# Calling all bed sharers



## RuthMill (Jun 30, 2012)

Okay so I am undecided about the bed sharing thing. Nina is moving in on us and I'm not resisting. She generally sleeps very well anytime she's had a sleepover. I'm finding it harder and harder to tell her no. It's all she wants. 

Lola has no interest, she takes herself to bed after 7pm every night and is happy in her own room.

What to do? I can't help thinking that the bed should be kept dog free. Not because I don't want her there but just because I don't want her ruined (also private time )


----------



## Lindor (Feb 3, 2014)

Too late. I don't think she is moving in, she's already moved!


----------



## RuthMill (Jun 30, 2012)

Lindor said:


> Too late. I don't think she is moving in, she's already moved!


Yes I fear you may be correct!


----------



## fairlie (Sep 7, 2013)

She will not be "ruined". She'll be happier and you'll all sleep fine. This reminds me of the raging controversy of letting your children in bed family bed style. It is definitely not for everyone and intimacy can never really be totally spontaneous again. But there are ways around that. On the other hand human babies want their own beds around age four or five, puppies not so much.


----------



## Cat 53 (Aug 26, 2012)

She won't be ruined if she sleeps on your bed.....and shut her out when it's private time. Emma slept with us as a puppy but as she got bigger she opted for her box and ended up downstairs in the kitchen. She was more than happy, so maybe Nina, too, will rediscover her independence later on.


----------



## RuthMill (Jun 30, 2012)

fairlie said:


> She will not be "ruined". She'll be happier and you'll all sleep fine. This reminds me of the raging controversy of letting your children in bed family bed style. It is definitely not for everyone and intimacy can never really be totally spontaneous again. But there are ways around that. On the other hand human babies want their own beds around age four or five, puppies not so much.

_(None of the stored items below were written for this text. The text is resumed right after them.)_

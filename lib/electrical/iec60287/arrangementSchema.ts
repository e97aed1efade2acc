/**
 * The zod schema of a circuit's cross-section (see ./arrangement.ts for the conventions), shared
 * by the sheet, the schedule rows, the API and the PDF. Field ranges are checked here; the
 * geometric rules (overlaps, spacing required, above ground, inside the backfill) come from
 * `arrangementGeometryIssues`, so the schema and the layout can never disagree.
 */
import { z } from 'zod';
import { ElectricalInputError } from '../errors';
import {
  arrangementGeometryIssues,
  placeCables,
  CIRCUIT_FORMATIONS,
  type Arrangement,
  type ArrangementLayout,
} from './arrangement';
import { DUCT_MATERIALS } from './constants';

const num = (label: string) => z.number({ error: `${label} must be a number` }).refine(Number.isFinite, `${label} must be a finite number`);
const length = (label: string, maxM: number) =>
  num(label).gt(0, `${label} must be greater than 0`).max(maxM, `${label} must be at most ${maxM} m`);

export const arrangementCircuitSchema = z.strictObject({
  label: z.string().trim().max(80, 'Circuit label must be at most 80 characters').optional(),
  cableRef: z.string().trim().min(1).max(120).optional(),
  externalDiameterM: length('Cable diameter', 0.3),
  currentA: num('Circuit current').min(0, 'Circuit current must not be negative').max(20000, 'Circuit current must be at most 20 000 A').optional(),
  formation: z.enum(CIRCUIT_FORMATIONS, { error: 'Choose a formation: single, trefoil, flat-horizontal or flat-vertical' }),
  cableCount: z.union([z.literal(2), z.literal(3)], { error: 'A flat formation has 2 or 3 cables' }).optional(),
  spacing: z.enum(['touching', 'spaced'], { error: "Spacing must be 'touching' or 'spaced'" }),
  // Zero is let through here so that the geometric rule can say "spacing required" in its own words.
  axisSpacingM: num('Cable spacing').min(0, 'Cable spacing must not be negative').max(10, 'Cable spacing must be at most 10 m').optional(),
  trefoilApex: z.enum(['up', 'down']).optional(),
  transposed: z.boolean().optional(),
});

export const ductSpecSchema = z.strictObject({
  material: z.enum(DUCT_MATERIALS, { error: 'Choose a duct material' }),
  innerDiameterM: length('Duct inner diameter', 1),
  outerDiameterM: length('Duct outer diameter', 1.2),
});

export const backfillSpecSchema = z.strictObject({
  widthM: length('Backfill width', 10),
  heightM: length('Backfill height', 10),
  centreDepthM: length('Backfill centre depth', 20),
  centreXM: num('Backfill centre position').optional(),
  resistivityKmPerW: num('Backfill thermal resistivity').min(0.1, 'Backfill thermal resistivity must be at least 0.1 K·m/W').max(20, 'Backfill thermal resistivity must be at most 20 K·m/W'),
});

const depth = length('Depth', 20);

export const placementSchema = z.discriminatedUnion(
  'kind',
  [
    z.strictObject({ kind: z.literal('air') }),
    z.strictObject({ kind: z.literal('buried'), depthM: depth }),
    z.strictObject({ kind: z.literal('ducts'), depthM: depth, duct: ductSpecSchema }),
    z.strictObject({ kind: z.literal('backfill'), depthM: depth, bank: backfillSpecSchema, duct: ductSpecSchema.optional() }),
  ],
  { error: "Placement must be 'air', 'buried', 'ducts' or 'backfill'" },
);

export const circuitSpacingSchema = z.strictObject({
  direction: z.enum(['horizontal', 'vertical'], { error: "Circuit direction must be 'horizontal' or 'vertical'" }),
  axisSpacingM: num('Circuit spacing').min(0, 'Circuit spacing must not be negative').max(50, 'Circuit spacing must be at most 50 m'),
});

export const MAX_CIRCUITS = 24;

export const arrangementSchema = z
  .strictObject({
    circuits: z
      .array(arrangementCircuitSchema)
      .min(1, 'An arrangement has at least one circuit')
      .max(MAX_CIRCUITS, `An arrangement has at most ${MAX_CIRCUITS} circuits`),
    circuitSpacing: circuitSpacingSchema.optional(),
    placement: placementSchema,
  })
  .superRefine((value, ctx) => {
    for (const issue of arrangementGeometryIssues(value)) ctx.addIssue({ code: 'custom', path: issue.path, message: issue.message });
  })
  .meta({ id: 'CircuitCrossSection' });

export type ArrangementInput = z.input<typeof arrangementSchema>;

// The hand-written type of ./arrangement.ts and the schema's output must stay the same shape.
type Same<A, B> = [A] extends [B] ? ([B] extends [A] ? true : false) : false;
const shapesAgree: Same<z.output<typeof arrangementSchema>, Arrangement> = true;
void shapesAgree;

/** Dotted field path as the rest of lib/electrical names fields (e.g. `circuits.1.axisSpacingM`). */
function fieldOf(path: ReadonlyArray<PropertyKey>): string {
  return path.length === 0 ? 'arrangement' : path.map(String).join('.');
}

/** Validate an arrangement, throwing an `ElectricalInputError` that names the first bad field. */
export function parseArrangement(input: unknown): Arrangement {
  const parsed = arrangementSchema.safeParse(input);
  if (!parsed.success) {
    const first = parsed.error.issues[0];
    throw new ElectricalInputError(fieldOf(first.path), first.message);
  }
  return parsed.data;
}

/** Validate, then lay the arrangement out into cable centres (see ./arrangement.ts for axes). */
export function layoutArrangement(input: unknown): ArrangementLayout {
  return placeCables(parseArrangement(input));
}
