// The projects list counts each project's sizing sheets (issue 23: it said "0 sizing sheets" for a
// project with nine, for every role). Against the real PostgreSQL server.
import { afterAll, beforeAll, describe, expect, it } from 'vitest';
import { closeDb } from '@/db/client';
import { createProject, listProjects } from '@/db/queries/projects';
import { createSheet, listSheetsForProject } from '@/db/queries/sheets';
import { deleteDocument, setArchived } from '@/db/queries/documents';
import { defaultSheetInputs, type Actor } from '@/lib/sheet';
import { can } from '@/lib/auth/permissions';
import { createTestTeam, createTestUser } from '../../helpers/fixtures';

afterAll(() => closeDb());

let teamId: string;
let busyId: string;
let emptyId: string;
let otherTeamId: string;
let designerId: string;

beforeAll(async () => {
  const team = await createTestTeam('sheet-count');
  const other = await createTestTeam('sheet-count-other');
  teamId = team.id;
  otherTeamId = other.id;
  const designer = await createTestUser(team.id, 'designer');
  designerId = designer.id;
  const actor: Actor = { userId: designer.id, can: (p) => can('designer', p) };
  busyId = (await createProject(team.id, designer.id, { name: 'Nine circuits' })).id;
  emptyId = (await createProject(team.id, designer.id, { name: 'No circuits' })).id;
  for (let i = 1; i <= 9; i++) {
    await createSheet(team.id, actor, { projectId: busyId, circuitTag: `C${i}`, title: `Feeder ${i}`, inputs: defaultSheetInputs('cable-in-air') });
  }
  const otherDesigner = await createTestUser(other.id, 'designer');
  const otherProject = (await createProject(other.id, otherDesigner.id, { name: 'Elsewhere' })).id;
  await createSheet(other.id, { userId: otherDesigner.id, can: (p) => can('designer', p) }, { projectId: otherProject, circuitTag: 'X1', title: 'Other team feeder', inputs: defaultSheetInputs('cable-in-air') });
});

describe('the projects list', () => {
  it('counts the nine sheets of a project and none for an empty one', async () => {
    const list = await listProjects(teamId);
    expect(list.find((p) => p.id === busyId)?.sheetCount).toBe(9);
    expect(list.find((p) => p.id === emptyId)?.sheetCount).toBe(0);
  });

  it('lists only the team’s own projects, each counted from its own sheets', async () => {
    const list = await listProjects(otherTeamId);
    expect(list.map((p) => p.name)).toEqual(['Elsewhere']);
    expect(list[0].sheetCount).toBe(1);
  });
});

describe('the count follows the project page', () => {
  it('leaves out archived and deleted sheets', async () => {
    const [first, second] = await listSheetsForProject(teamId, busyId);
    await setArchived(teamId, { userId: designerId, role: 'designer' }, 'sheet', first.id, true);
    await deleteDocument(teamId, { userId: designerId, role: 'designer' }, 'sheet', second.id);
    const list = await listProjects(teamId);
    expect(list.find((p) => p.id === busyId)?.sheetCount).toBe(7);
  });
});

She's such a pet. She's so cute about it. She prefers sleeping with us than with Lola but I think Lola just likes her own sleep space and Nina knows this. 

What happens then if we go away on hols and she has to sleep on her own?


----------



## fairlie (Sep 7, 2013)

Rufus gets in with his Granny when that happens. Will your mum let her in?


----------



## RuthMill (Jun 30, 2012)

fairlie said:


> Rufus gets in with his Granny when that happens. Will your mum let her in?


When mum looked after them, there was two dogs, a cat and my brother in the bed


----------



## Cat 53 (Aug 26, 2012)

She will still have Lola and if you are all away together, tire her out then she will be too tired to care.


----------



## dmgalley (Aug 19, 2012)

well as you know we have three poos and a cat in bed with us. Sometimes during the night they will take turns getting down because they are too hot. Then they come back up. I will admit that private time has to be a bit more "creative" but i LOVE sleeping with my poos. Jake goes up over our heads and sleeps against the wall. Willow curls up behind my legs and Ozzy snuggles between us. It really is the best part of the day.


----------



## RuthMill (Jun 30, 2012)

Sounds lovely Donna. I hope your bed is a super king!


----------



## dmgalley (Aug 19, 2012)

RuthMill said:


> Sounds lovely Donna. I hope your bed is a super king!


Haha nope a queen. 

Sent from Petguide.com Free App


----------



## lady amanda (Nov 26, 2010)

We share the bed with Lady and love it. She snuggles right into me every night its just great. 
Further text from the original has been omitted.